▶ [Directions]
Pick every line out of the entries below that holds the string "percentage", and report them.

----

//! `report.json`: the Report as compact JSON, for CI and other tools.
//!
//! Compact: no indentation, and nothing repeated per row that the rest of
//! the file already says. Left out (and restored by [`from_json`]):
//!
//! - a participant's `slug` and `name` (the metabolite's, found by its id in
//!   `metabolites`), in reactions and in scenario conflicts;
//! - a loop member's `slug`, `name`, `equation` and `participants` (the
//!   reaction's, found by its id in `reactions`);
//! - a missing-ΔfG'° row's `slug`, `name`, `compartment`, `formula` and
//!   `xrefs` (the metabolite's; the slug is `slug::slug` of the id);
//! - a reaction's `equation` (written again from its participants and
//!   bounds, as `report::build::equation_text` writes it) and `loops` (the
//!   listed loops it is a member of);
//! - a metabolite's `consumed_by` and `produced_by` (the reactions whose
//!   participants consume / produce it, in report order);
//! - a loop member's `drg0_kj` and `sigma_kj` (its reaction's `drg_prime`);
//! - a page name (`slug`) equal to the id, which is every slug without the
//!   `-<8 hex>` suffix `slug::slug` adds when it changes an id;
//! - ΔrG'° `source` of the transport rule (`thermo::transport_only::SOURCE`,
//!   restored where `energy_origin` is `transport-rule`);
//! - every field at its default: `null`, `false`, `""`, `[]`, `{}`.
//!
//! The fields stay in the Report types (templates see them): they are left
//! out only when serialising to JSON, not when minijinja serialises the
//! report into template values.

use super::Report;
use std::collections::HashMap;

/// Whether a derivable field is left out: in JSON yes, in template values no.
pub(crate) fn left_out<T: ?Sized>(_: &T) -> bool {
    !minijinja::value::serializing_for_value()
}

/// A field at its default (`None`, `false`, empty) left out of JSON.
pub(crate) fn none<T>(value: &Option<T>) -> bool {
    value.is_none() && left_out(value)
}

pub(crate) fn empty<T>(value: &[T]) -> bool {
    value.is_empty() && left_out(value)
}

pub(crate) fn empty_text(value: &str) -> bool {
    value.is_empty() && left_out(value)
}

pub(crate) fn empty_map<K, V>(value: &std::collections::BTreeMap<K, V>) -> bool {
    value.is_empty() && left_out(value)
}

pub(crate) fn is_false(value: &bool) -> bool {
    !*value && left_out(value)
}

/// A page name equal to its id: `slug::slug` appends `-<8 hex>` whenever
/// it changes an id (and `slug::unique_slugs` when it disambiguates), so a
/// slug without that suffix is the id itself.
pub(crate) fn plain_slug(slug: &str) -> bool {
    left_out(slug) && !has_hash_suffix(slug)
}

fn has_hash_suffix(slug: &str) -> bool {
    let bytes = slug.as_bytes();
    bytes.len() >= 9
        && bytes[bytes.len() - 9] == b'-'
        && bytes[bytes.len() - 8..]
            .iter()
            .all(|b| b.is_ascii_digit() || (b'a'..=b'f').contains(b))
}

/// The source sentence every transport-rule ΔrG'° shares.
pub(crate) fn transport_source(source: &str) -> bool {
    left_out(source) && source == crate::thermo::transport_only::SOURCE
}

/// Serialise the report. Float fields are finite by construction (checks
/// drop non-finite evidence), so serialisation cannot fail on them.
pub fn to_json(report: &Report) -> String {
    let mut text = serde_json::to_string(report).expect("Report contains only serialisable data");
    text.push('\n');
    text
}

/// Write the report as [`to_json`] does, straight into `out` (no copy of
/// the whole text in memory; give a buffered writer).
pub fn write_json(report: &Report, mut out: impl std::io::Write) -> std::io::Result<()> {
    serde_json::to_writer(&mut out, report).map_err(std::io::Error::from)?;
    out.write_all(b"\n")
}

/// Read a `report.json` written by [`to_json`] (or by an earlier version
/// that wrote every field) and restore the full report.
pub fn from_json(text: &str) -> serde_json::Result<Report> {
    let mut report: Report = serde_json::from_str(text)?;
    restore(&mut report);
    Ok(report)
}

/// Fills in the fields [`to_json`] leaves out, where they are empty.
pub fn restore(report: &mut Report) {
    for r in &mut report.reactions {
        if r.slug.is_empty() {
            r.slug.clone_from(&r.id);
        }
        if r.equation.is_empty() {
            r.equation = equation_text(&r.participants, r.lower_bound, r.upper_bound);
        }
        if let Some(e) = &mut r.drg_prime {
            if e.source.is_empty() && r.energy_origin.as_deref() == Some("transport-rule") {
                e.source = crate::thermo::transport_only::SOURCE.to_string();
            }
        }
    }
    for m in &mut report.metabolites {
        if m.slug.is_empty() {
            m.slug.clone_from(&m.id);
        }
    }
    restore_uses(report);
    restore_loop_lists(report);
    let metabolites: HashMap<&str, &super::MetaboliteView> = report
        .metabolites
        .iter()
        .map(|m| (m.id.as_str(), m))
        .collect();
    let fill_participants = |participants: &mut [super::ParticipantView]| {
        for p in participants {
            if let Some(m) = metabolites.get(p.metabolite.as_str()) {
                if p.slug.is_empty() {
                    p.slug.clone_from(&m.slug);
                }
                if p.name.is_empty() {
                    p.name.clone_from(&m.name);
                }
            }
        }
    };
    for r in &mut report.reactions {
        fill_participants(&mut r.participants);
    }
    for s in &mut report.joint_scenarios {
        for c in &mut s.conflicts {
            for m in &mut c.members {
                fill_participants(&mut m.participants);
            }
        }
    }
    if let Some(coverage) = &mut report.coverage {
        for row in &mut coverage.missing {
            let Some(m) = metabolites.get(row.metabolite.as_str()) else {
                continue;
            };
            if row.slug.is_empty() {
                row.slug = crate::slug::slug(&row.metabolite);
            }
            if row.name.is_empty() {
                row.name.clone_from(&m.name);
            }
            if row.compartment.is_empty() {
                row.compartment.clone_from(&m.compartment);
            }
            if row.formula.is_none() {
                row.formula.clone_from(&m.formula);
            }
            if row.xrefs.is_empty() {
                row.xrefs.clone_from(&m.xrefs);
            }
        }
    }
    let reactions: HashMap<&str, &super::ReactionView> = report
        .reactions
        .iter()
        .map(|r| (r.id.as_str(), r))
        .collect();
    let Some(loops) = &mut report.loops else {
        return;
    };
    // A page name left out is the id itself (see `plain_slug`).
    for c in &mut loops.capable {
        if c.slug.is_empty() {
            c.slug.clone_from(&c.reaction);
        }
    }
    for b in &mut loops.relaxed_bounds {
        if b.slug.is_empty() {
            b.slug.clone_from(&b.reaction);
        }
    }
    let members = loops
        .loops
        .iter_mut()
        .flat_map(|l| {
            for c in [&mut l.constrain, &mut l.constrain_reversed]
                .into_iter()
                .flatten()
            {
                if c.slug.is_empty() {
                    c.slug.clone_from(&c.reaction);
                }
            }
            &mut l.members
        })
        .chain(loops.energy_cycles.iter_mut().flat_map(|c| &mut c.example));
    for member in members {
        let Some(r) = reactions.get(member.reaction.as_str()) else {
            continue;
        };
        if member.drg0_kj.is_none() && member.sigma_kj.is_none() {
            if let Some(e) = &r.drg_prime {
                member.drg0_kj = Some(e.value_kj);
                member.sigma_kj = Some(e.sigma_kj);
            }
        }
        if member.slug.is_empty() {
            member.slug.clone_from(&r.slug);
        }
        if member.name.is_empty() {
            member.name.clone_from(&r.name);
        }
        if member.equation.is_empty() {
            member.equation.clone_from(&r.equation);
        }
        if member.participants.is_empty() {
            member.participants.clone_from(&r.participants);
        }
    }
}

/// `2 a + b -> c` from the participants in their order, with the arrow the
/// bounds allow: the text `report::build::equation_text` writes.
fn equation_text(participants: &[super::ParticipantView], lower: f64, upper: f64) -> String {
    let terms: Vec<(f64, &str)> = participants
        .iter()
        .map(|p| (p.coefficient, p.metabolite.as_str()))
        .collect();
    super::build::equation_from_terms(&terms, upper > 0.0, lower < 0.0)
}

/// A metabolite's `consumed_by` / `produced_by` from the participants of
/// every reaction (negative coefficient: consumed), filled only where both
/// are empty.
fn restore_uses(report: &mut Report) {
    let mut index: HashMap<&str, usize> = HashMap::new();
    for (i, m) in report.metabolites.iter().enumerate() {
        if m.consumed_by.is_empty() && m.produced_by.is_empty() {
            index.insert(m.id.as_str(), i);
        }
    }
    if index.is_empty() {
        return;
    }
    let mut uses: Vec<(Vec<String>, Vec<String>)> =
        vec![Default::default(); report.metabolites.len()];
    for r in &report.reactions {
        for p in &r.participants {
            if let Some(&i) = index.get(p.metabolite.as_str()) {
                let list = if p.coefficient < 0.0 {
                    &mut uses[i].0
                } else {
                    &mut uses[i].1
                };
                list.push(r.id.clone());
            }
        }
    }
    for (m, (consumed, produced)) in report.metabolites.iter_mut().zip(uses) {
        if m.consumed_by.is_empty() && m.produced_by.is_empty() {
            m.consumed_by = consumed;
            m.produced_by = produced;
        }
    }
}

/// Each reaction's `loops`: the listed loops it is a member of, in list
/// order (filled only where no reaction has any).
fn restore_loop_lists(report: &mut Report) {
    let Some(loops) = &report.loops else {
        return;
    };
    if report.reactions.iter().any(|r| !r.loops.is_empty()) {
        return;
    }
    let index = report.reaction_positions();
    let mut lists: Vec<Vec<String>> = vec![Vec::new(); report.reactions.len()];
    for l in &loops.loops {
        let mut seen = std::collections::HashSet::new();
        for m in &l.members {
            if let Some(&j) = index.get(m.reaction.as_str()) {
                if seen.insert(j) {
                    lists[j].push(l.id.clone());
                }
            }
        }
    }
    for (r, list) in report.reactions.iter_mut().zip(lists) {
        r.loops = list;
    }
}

----

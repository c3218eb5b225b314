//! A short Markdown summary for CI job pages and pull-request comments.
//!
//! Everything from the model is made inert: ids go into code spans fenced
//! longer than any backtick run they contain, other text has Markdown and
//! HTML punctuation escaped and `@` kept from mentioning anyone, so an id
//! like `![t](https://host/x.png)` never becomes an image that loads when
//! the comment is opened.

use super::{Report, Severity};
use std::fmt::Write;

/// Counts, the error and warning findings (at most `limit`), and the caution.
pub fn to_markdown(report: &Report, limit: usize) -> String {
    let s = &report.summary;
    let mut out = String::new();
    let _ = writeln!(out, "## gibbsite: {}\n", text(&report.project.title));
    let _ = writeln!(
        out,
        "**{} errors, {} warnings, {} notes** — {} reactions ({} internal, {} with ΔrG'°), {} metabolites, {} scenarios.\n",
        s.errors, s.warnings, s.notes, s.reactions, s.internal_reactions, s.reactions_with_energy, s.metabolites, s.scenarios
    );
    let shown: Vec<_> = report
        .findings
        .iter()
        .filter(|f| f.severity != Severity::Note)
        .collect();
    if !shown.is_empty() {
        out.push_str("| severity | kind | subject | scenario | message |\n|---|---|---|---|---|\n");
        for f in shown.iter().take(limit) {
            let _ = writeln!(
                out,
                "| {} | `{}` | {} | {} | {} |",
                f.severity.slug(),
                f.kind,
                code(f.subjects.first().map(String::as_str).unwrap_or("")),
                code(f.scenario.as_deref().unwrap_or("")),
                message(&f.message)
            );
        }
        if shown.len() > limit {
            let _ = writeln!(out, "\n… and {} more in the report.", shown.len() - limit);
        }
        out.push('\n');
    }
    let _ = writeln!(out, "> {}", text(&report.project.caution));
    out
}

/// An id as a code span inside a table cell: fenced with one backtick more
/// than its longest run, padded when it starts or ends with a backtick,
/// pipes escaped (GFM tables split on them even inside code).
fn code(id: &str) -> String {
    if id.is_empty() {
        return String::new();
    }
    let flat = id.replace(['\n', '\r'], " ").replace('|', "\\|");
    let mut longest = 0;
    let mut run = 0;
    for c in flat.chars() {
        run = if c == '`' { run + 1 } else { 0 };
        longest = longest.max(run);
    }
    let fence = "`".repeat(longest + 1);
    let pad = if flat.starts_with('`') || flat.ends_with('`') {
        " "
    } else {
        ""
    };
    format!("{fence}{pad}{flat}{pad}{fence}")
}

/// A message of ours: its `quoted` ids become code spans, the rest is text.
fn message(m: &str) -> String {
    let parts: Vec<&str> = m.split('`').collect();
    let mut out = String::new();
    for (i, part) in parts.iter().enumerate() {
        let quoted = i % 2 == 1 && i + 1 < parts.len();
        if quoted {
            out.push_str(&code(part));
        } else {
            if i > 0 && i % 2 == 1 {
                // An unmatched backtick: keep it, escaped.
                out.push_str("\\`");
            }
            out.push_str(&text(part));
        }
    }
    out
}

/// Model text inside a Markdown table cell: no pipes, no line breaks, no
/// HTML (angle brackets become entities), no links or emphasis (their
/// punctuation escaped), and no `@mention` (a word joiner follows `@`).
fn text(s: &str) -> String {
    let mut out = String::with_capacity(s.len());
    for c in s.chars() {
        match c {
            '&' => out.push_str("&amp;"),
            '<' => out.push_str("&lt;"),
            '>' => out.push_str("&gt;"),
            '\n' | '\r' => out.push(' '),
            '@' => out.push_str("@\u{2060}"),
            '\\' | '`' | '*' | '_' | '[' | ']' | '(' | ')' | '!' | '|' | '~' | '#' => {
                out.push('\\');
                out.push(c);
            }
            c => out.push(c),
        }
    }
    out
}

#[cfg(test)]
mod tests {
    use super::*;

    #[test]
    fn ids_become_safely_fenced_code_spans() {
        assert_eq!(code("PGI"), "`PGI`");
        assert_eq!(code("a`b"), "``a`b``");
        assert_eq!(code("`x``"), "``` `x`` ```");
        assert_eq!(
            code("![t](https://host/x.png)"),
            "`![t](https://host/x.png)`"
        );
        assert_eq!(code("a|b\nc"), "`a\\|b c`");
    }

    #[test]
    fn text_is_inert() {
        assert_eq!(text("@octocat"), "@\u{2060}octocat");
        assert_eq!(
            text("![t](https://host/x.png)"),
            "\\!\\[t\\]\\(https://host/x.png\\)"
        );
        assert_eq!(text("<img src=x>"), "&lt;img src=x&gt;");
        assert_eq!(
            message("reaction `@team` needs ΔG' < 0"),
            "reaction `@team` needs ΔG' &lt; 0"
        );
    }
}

----

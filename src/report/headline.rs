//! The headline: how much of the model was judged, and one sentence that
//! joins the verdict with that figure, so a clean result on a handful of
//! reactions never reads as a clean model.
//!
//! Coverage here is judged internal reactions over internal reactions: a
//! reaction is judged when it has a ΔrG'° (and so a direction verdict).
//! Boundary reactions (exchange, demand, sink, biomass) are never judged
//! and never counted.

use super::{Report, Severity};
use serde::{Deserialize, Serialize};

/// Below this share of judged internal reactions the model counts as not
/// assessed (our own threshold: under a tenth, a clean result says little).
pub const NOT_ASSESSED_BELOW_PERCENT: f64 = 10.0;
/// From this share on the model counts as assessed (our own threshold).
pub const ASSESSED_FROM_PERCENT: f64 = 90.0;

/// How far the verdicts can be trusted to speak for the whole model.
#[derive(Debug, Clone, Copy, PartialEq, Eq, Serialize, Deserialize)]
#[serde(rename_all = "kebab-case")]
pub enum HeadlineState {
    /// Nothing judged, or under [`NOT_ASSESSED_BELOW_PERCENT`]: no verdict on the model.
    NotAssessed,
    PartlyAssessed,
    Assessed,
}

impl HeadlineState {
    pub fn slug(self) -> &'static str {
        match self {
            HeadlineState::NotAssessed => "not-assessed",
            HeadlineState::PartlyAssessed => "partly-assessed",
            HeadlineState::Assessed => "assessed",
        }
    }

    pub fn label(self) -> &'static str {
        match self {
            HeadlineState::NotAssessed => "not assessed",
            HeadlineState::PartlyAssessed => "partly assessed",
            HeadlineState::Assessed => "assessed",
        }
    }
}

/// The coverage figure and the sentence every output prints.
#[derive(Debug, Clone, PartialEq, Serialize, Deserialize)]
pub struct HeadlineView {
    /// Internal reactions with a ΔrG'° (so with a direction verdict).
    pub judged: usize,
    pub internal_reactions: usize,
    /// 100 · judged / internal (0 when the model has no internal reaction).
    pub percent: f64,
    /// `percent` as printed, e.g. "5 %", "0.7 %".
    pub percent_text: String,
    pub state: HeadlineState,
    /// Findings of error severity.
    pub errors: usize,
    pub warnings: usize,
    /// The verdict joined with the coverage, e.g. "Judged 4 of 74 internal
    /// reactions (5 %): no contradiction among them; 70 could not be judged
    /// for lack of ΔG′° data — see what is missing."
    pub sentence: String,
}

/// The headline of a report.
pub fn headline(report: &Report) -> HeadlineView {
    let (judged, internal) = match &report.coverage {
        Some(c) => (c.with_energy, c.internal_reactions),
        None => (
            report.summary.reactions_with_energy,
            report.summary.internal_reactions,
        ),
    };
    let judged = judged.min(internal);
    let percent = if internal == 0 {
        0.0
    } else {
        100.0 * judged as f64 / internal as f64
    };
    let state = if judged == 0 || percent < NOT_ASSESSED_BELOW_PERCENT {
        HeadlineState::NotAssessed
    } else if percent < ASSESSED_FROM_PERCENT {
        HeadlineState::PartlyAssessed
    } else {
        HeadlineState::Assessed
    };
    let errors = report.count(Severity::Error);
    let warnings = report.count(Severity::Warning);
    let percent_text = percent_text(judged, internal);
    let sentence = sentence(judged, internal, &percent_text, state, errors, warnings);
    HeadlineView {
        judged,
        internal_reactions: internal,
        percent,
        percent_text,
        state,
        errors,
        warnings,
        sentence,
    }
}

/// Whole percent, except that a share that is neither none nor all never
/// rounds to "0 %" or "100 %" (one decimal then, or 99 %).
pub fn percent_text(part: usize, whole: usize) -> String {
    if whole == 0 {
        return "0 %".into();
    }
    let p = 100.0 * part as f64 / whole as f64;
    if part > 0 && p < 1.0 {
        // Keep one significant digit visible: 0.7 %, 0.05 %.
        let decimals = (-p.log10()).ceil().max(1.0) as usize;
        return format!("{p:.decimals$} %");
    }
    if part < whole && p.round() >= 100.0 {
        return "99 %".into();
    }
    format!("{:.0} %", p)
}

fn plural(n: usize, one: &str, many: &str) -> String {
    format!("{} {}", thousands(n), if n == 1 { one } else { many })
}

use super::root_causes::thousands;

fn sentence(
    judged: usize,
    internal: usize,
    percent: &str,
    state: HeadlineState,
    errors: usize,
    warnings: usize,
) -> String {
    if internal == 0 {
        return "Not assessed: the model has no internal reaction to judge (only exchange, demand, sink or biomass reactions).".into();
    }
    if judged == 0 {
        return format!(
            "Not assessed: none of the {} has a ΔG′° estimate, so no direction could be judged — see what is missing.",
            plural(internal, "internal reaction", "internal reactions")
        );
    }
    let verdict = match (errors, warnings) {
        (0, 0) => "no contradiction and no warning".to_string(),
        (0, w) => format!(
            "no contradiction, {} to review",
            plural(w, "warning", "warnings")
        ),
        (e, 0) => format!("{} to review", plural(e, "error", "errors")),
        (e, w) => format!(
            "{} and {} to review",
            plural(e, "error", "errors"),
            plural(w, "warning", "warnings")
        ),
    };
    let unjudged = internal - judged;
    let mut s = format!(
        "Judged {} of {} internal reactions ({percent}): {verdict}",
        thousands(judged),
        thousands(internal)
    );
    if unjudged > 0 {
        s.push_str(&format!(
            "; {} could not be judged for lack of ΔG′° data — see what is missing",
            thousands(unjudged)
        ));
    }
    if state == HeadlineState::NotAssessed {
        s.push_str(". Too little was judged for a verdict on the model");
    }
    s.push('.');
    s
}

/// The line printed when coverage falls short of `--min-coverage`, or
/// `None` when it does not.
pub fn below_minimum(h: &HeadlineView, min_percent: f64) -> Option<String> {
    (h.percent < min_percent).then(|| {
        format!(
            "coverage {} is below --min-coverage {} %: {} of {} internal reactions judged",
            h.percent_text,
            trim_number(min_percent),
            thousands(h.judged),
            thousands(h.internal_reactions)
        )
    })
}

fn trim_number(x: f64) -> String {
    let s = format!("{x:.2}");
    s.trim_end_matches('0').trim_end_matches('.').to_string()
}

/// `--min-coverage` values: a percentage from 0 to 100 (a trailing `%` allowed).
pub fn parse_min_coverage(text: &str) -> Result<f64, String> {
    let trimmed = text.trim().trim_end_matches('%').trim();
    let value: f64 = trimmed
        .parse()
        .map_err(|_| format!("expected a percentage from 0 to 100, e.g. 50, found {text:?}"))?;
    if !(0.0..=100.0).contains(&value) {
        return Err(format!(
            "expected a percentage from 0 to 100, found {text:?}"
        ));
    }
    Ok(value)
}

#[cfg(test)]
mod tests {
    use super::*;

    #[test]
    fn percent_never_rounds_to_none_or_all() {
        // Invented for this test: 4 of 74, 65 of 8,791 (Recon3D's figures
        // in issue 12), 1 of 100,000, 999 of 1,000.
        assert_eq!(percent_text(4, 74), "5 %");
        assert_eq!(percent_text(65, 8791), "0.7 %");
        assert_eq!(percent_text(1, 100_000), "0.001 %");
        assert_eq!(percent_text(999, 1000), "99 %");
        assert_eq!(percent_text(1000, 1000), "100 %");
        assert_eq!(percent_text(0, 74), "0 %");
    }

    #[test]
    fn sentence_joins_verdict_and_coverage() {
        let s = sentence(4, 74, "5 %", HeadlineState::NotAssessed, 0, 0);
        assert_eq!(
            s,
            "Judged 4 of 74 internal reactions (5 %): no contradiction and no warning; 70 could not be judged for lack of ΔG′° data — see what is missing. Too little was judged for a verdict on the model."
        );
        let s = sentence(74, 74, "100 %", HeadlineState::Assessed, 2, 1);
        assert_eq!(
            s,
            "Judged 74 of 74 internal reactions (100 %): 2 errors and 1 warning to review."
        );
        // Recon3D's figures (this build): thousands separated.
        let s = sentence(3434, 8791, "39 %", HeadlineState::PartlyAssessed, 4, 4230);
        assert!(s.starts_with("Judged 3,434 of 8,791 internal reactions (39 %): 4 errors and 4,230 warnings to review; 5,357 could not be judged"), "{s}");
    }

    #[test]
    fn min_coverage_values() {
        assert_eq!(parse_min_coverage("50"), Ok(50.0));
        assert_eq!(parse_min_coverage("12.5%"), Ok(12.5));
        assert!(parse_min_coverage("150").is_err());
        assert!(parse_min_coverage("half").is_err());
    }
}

----

▶ [Exercise solution]
/// `--min-coverage` values: a percentage from 0 to 100 (a trailing `%` allowed).
        .map_err(|_| format!("expected a percentage from 0 to 100, e.g. 50, found {text:?}"))?;
            "expected a percentage from 0 to 100, found {text:?}"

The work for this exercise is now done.